### WORK REQUEST
Begin at the line below that has "is still caught." and stop after the line that has "if (!after) throw missing();". Please restate only those lines, word for word.

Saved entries
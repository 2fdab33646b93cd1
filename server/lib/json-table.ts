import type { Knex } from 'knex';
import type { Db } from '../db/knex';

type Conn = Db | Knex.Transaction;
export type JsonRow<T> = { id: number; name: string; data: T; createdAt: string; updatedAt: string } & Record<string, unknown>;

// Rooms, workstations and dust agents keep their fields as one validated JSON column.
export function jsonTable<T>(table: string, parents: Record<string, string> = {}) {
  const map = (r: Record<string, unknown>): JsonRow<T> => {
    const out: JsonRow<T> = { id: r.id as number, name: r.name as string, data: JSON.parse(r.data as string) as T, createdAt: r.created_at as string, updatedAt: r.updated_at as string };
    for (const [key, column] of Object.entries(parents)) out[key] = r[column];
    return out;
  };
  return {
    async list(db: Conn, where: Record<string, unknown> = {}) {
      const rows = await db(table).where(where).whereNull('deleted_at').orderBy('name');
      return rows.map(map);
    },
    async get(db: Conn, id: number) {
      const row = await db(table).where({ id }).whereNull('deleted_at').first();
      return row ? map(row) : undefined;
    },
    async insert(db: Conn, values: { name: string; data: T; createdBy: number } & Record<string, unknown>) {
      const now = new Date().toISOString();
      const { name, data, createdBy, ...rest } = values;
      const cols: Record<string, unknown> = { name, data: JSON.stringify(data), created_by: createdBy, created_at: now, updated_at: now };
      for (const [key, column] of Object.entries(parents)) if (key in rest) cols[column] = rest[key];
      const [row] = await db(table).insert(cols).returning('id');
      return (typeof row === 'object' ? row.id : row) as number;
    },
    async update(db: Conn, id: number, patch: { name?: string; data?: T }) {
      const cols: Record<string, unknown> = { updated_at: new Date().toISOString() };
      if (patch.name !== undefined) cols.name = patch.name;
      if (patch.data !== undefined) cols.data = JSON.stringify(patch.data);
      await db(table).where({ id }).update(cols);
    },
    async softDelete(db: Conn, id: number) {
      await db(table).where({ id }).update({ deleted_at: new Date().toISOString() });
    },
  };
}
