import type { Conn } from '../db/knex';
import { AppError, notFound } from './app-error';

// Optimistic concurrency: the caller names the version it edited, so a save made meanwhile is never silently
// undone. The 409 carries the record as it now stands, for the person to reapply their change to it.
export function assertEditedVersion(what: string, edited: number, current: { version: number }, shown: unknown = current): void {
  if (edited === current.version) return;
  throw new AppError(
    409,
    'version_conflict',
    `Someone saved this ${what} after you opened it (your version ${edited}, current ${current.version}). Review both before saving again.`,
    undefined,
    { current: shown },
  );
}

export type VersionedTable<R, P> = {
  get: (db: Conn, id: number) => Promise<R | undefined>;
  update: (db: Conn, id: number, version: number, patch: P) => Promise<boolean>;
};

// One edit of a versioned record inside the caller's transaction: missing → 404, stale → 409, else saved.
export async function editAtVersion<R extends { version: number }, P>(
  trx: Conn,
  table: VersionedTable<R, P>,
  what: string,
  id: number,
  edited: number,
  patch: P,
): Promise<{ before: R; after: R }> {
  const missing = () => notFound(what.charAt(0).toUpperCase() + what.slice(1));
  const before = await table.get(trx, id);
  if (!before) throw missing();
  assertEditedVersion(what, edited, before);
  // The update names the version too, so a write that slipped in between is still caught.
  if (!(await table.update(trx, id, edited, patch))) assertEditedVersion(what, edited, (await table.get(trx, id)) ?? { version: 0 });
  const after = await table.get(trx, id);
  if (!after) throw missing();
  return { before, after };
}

### ANSWER FOR THE TASK
  // The update names the version too, so a write that slipped in between is still caught.
  if (!(await table.update(trx, id, edited, patch))) assertEditedVersion(what, edited, (await table.get(trx, id)) ?? { version: 0 });
  const after = await table.get(trx, id);
  if (!after) throw missing();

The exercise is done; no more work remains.